More than a year after the UK voted for Brexit, there has been little sign of buyer's remorse. The public, including around a third of Remainers, are largely of the view that the government should "get on with it".

But as real wages are squeezed (owing to the Brexit-linked inflationary spike) there are tentative signs that the mood is changing. In the event of a second referendum, an Opinium/Observer poll found, 47 per cent would vote Remain, compared to 44 per cent for Leave. Support for a repeat vote is also increasing. Forty one per cent of the public now favour a second referendum (with 48 per cent opposed), compared to 33 per cent last December. 

The Liberal Democrats have made halting Brexit their raison d'être. But as public opinion turns, there is no sign they are benefiting. Since the election, Vince Cable's party has yet to exceed single figures in the polls, scoring a lowly 6 per cent in the Opinium survey (down from 7.4 per cent at the election). 

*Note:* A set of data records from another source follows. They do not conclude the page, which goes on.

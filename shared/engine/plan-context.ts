/**
 * Validation and shared state of a planning run: constraints, closed classes, the cover,
 * the ergodic data (computed at most once), and the common finish (rank, lower bound, gap).
 */
import { coverBound, gainShare, qualityRank } from './quality';
import { vertexCover, type CoverResult } from './cover';
import { AbsorbingState, beats, tieTolerance } from './dense-state';
import { EngineError } from './errors';
import { ergodicFromWalk, ergodicSymmetric, isReversibleErgodic, type ErgodicData } from './ergodic';
import type { PlanMethod, PlanOptions, PlanResult, PlanWarning } from './plan-types';
import { classStructure, type ClassStructure } from './reachability';
import { DEFAULT_DENSE_LIMIT, exactReach } from './reach';
import { checkPeople, prepareRoom, type PreparedRoom, type RoomInput } from './room';
import { denseWalk } from './walk';

export interface PlanContext {
  readonly room: PreparedRoom;
  readonly n: number;
  readonly k: number;
  readonly mustInclude: number[];
  readonly exclude: number[];
  /** 1 = may be chosen (not excluded). */
  readonly allowed: Uint8Array;
  readonly classes: ClassStructure;
  readonly started: number;
  readonly options: PlanOptions;
  readonly notes: string[];
  readonly warnings: PlanWarning[];
  cover(): CoverResult;
  p1(): Float64Array;
  /** Ergodic data, or null when the room has several closed classes. */
  ergodic(): ErgodicData | null;
  /** The worst single-starter total (rank 0 of the quality rank). */
  worstTotal(): number;
  /** Lower bounds collected by the planner (identity 6), in scaled units. */
  bounds: number[];
  deadline: number;
  /** Set by planners that estimate the worst single-starter total instead of computing it. */
  worstOverride?: number;
  /** Set by planners that score every single starter on their own (the sparse first pick). */
  bestSingleOverride?: { person: number; total: number };
}

export function planContext(input: RoomInput, options: PlanOptions): PlanContext {
  const started = performance.now();
  const room = prepareRoom(input, options);
  const n = room.n;
  const k = options.k;
  const { mustInclude, exclude, allowed, classes } = checkedRequest(room, options);
  let coverCache: CoverResult | undefined;
  let p1Cache: Float64Array | undefined;
  let ergCache: ErgodicData | null | undefined;
  let worstCache: number | undefined;
  const ctx: PlanContext = {
    room,
    n,
    k,
    mustInclude,
    exclude,
    allowed,
    classes,
    started,
    options,
    notes: [],
    warnings: [],
    bounds: [],
    deadline: started + (options.timeLimitMs ?? 10_000),
    cover: () => (coverCache ??= vertexCover(room)),
    p1: () => (p1Cache ??= denseWalk(room)),
    ergodic: () => {
      if (ergCache === undefined) {
        if (classes.closedClasses.length !== 1) ergCache = null;
        else if (options.ergodic && options.ergodic.n === n) ergCache = options.ergodic;
        else if (isReversibleErgodic(room, 1)) ergCache = ergodicSymmetric(room);
        else ergCache = ergodicFromWalk(ctx.p1(), n, 1 / (1 - room.laziness));
      }
      return ergCache;
    },
    worstTotal: () => ctx.worstOverride ?? (worstCache ??= worstSingle(ctx)),
  };
  if (classes.closedClasses.length > 1) {
    ctx.notes.push(`The room has ${classes.closedClasses.length} closed groups; the plan keeps at least one starter in each.`);
  }
  return ctx;
}

/**
 * The request checked against the room: k in range, the constraint lists, and one starter
 * possible in every closed group. Throws an EngineError naming what to change.
 */
function checkedRequest(
  room: PreparedRoom,
  options: PlanOptions,
): { mustInclude: number[]; exclude: number[]; allowed: Uint8Array; classes: ClassStructure } {
  const n = room.n;
  const k = options.k;
  if (n < 2) throw new EngineError('INVALID_K', 'A plan needs a room of at least two people.');
  if (!Number.isInteger(k) || k < 1 || k >= n) {
    throw new EngineError('INVALID_K', `k must be a whole number with 1 <= k <= ${n - 1} (the room has ${n} people); got ${String(k)}.`, {
      k,
      n,
    });
  }
  const mustInclude = checkPeople(room, options.mustInclude ?? [], 'People who must be briefed');
  const exclude = checkPeople(room, options.exclude ?? [], 'People who cannot be briefed');
  const both = mustInclude.filter((p) => exclude.includes(p));
  if (both.length > 0) {
    throw new EngineError('CONFLICTING_CONSTRAINTS', `${both.map((p) => room.ids[p]).join(', ')} cannot be both required and excluded.`, {
      people: both,
    });
  }
  if (mustInclude.length > k) {
    throw new EngineError(
      'MUST_INCLUDE_TOO_MANY',
      `${mustInclude.length} people must be briefed but k is ${k}: raise k or shorten the list.`,
      { k, mustInclude: mustInclude.length },
    );
  }
  if (n - exclude.length < k) {
    throw new EngineError('NO_FEASIBLE_PLAN', `Only ${n - exclude.length} people may be briefed, fewer than k = ${k}.`);
  }
  const allowed = new Uint8Array(n).fill(1);
  for (const p of exclude) allowed[p] = 0;
  const classes = classStructure(room);
  const isMust = new Uint8Array(n);
  for (const p of mustInclude) isMust[p] = 1;
  let open = 0;
  for (const cls of classes.closedClasses) {
    if (cls.some((p) => isMust[p])) continue;
    if (!cls.some((p) => allowed[p])) {
      throw new EngineError(
        'NO_FEASIBLE_PLAN',
        `The closed group ${describe(room, cls)} can only hear from one of its own members, and all of them are excluded.`,
        { group: cls },
      );
    }
    open++;
  }
  if (mustInclude.length + open > k) {
    throw new EngineError(
      'K_BELOW_CLOSED_GROUPS',
      `The room has ${classes.closedClasses.length} closed groups (parts no question leaves), and each needs its own starter` +
        (mustInclude.length > 0 ? ` besides the ${mustInclude.length} required people` : '') +
        `: k must be at least ${mustInclude.length + open} (got ${k}).`,
      { closedGroups: classes.closedClasses.length, needed: mustInclude.length + open },
    );
  }
  return { mustInclude, exclude, allowed, classes };
}

function describe(room: PreparedRoom, cls: number[]): string {
  const names = cls.slice(0, 5).map((p) => room.ids[p]);
  return `{${names.join(', ')}${cls.length > 5 ? `, ... (${cls.length} people)` : ''}}`;
}

/** Worst single-starter total; with several closed groups, each group's worst member together. */
function worstSingle(ctx: PlanContext): number {
  const e = ctx.ergodic();
  if (e) {
    let w = 0;
    for (let j = 0; j < ctx.n; j++) if (Number.isFinite(e.singleTotals[j]) && e.singleTotals[j] > w) w = e.singleTotals[j];
    return w;
  }
  const picks = ctx.classes.closedClasses.map((cls) => classPick(ctx, cls, null, true));
  return exactReach(ctx.room, picks).total;
}

/** Best (or worst) single starter of a closed class, within the class's own walk. */
export function classPick(ctx: PlanContext, cls: number[], allowed: Uint8Array | null, worst = false): number {
  if (cls.length === 1) return cls[0];
  const n = ctx.n;
  const m = cls.length;
  const p1 = ctx.p1();
  const sub = new Float64Array(m * m);
  for (let a = 0; a < m; a++) for (let b = 0; b < m; b++) sub[a * m + b] = p1[cls[a] * n + cls[b]];
  const e = ergodicFromWalk(sub, m);
  let best = -1;
  let bestT = Infinity;
  for (let a = 0; a < m; a++) {
    if (allowed && !allowed[cls[a]]) continue;
    const t = worst ? -e.singleTotals[a] : e.singleTotals[a];
    if (beats(t, cls[a], bestT, best < 0 ? -1 : cls[best], tieTolerance(m))) {
      best = a;
      bestT = t;
    }
  }
  return cls[best];
}

/**
 * The starting set of the dense planners and its state: the required people, then one
 * starter per closed group not yet covered (the group's best single starter), or, in a
 * room with one closed group and nothing required, the best single starter (identity 3).
 */
export function initialState(ctx: PlanContext): AbsorbingState {
  const e = ctx.ergodic();
  if (ctx.mustInclude.length === 0 && e) {
    let best = -1;
    for (let j = 0; j < ctx.n; j++)
      if (ctx.allowed[j] && beats(e.singleTotals[j], j, best < 0 ? Infinity : e.singleTotals[best], best, tieTolerance(ctx.n))) best = j;
    // For k = 1 the best single starter is the optimum (identity 3 scores every candidate).
    if (ctx.k === 1) ctx.bounds.push(e.singleTotals[best]);
    return AbsorbingState.fromErgodic(e, best);
  }
  const chosen = [...ctx.mustInclude];
  const isIn = new Uint8Array(ctx.n);
  for (const p of chosen) isIn[p] = 1;
  for (const cls of ctx.classes.closedClasses) {
    if (cls.some((p) => isIn[p])) continue;
    const p = classPick(ctx, cls, ctx.allowed);
    chosen.push(p);
    isIn[p] = 1;
  }
  return AbsorbingState.fromStarters(ctx.room, chosen);
}

/** Records the identity-6 bound at a state: OPT_k >= total(S) - (sum of the r largest gains at S). */
export function recordBound(ctx: PlanContext, s: AbsorbingState): void {
  const r = ctx.k - ctx.mustInclude.length;
  ctx.bounds.push((s.rawTotal - s.topGains(ctx.allowed, r)) * s.scale);
}

export interface FinishExtra {
  readonly certified?: boolean;
  readonly lowerBound?: number;
  readonly stopped?: boolean;
  readonly nodes?: number;
  readonly searchLeft?: number;
}

export function finishPlan(ctx: PlanContext, method: PlanMethod, starters: number[], total: number, extra: FinishExtra = {}): PlanResult {
  const n = ctx.n;
  const k = ctx.k;
  const scale = 1 / (1 - ctx.room.laziness);
  const cover = ctx.cover();
  let lowerBound = Math.max(coverBound(n, k, scale), ...ctx.bounds, extra.lowerBound ?? 0);
  if (lowerBound > total) lowerBound = total; // rounding: a proven bound never exceeds an achieved total
  const certified = extra.certified === true || total - lowerBound <= 1e-9 * Math.abs(total);
  if (certified) lowerBound = total;
  const worst = ctx.worstTotal();
  const rank = qualityRank(total, worst, n, k, cover.size, scale);
  const single = bestSingle(ctx);
  const gap = certified ? 0 : Math.max(0, total - lowerBound);
  return {
    method,
    k,
    starters,
    total,
    average: total / (n - k),
    rank,
    lowerBound,
    certified,
    gap,
    relativeGap: total > 0 && Number.isFinite(total) ? gap / total : 0,
    ...(extra.stopped ? { stopped: true } : {}),
    ...(extra.nodes !== undefined ? { nodes: extra.nodes } : {}),
    ...(extra.searchLeft !== undefined ? { searchLeft: certified ? 0 : extra.searchLeft } : {}),
    ...(single ? { bestSingle: single } : {}),
    fewestForOneHop: cover.size,
    fewestToReachAll: fewestToReachAll(ctx),
    gainShare: gainShare(total, lowerBound, single?.total),
    elapsedMs: performance.now() - ctx.started,
    coverSize: cover.size,
    rankScale: { worst, best: coverBound(n, Math.max(k, cover.size), scale) },
    notes: ctx.notes,
    warnings: ctx.warnings,
  };
}

/** The best single starter (identity 3, tie-break of engine.md), or undefined without ergodic data. */
function bestSingle(ctx: PlanContext): { person: number; total: number } | undefined {
  if (ctx.bestSingleOverride) return ctx.bestSingleOverride;
  // Above the dense limit the ergodic data (an n x n inverse, O(n^3)) would cost far more than
  // the plan itself: the card is left out unless the planner scored every single starter.
  if (ctx.n > (ctx.options.denseLimit ?? DEFAULT_DENSE_LIMIT)) return undefined;
  const e = ctx.ergodic();
  if (!e) return undefined;
  let best = -1;
  for (let j = 0; j < ctx.n; j++)
    if (beats(e.singleTotals[j], j, best < 0 ? Infinity : e.singleTotals[best], best, tieTolerance(ctx.n))) best = j;
  return best >= 0 && Number.isFinite(e.singleTotals[best]) ? { person: best, total: e.singleTotals[best] } : undefined;
}

/** Required people plus one starter for every closed group that holds none of them. */
function fewestToReachAll(ctx: PlanContext): number {
  const must = new Set(ctx.mustInclude);
  return must.size + ctx.classes.closedClasses.filter((cls) => !cls.some((p) => must.has(p))).length;
}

What accounts for this disparity? After their near-extinction in 2015, the Lib Dems remain either toxic or irrelevant to many voters. Labour, by contrast, despite its pro-Brexit stance, has hoovered up Remainers (55 per cent back Jeremy Corbyn's party). 

In some cases, this reflects voters' other priorities. Remainers are prepared to support Labour on account of the party's stances on austerity, housing and education. Corbyn, meanwhile, is a eurosceptic whose internationalism and pro-migration reputation endear him to EU supporters. Other Remainers rewarded Labour MPs who voted against Article 50, rebelling against the leadership's stance. 

But the trend also partly reflects ignorance. By saying little on the subject of Brexit, Corbyn and Labour allowed Remainers to assume the best. Though there is little evidence that voters will abandon Corbyn over his EU stance, the potential exists.

For this reason, the proposal of a new party will continue to recur. By challenging Labour over Brexit, without the toxicity of Lib Dems, it would sharpen the choice before voters. Though it would not win an election, a new party could force Corbyn to soften his stance on Brexit or to offer a second referendum (mirroring Ukip's effect on the Conservatives).

The greatest problem for the project is that it lacks support where it counts: among MPs. For reasons of tribalism and strategy, there is no emergent "Gang of Four" ready to helm a new party. In the absence of a new convulsion, the UK may turn against Brexit without the anti-Brexiteers benefiting. 

George Eaton is political editor of the New Statesman.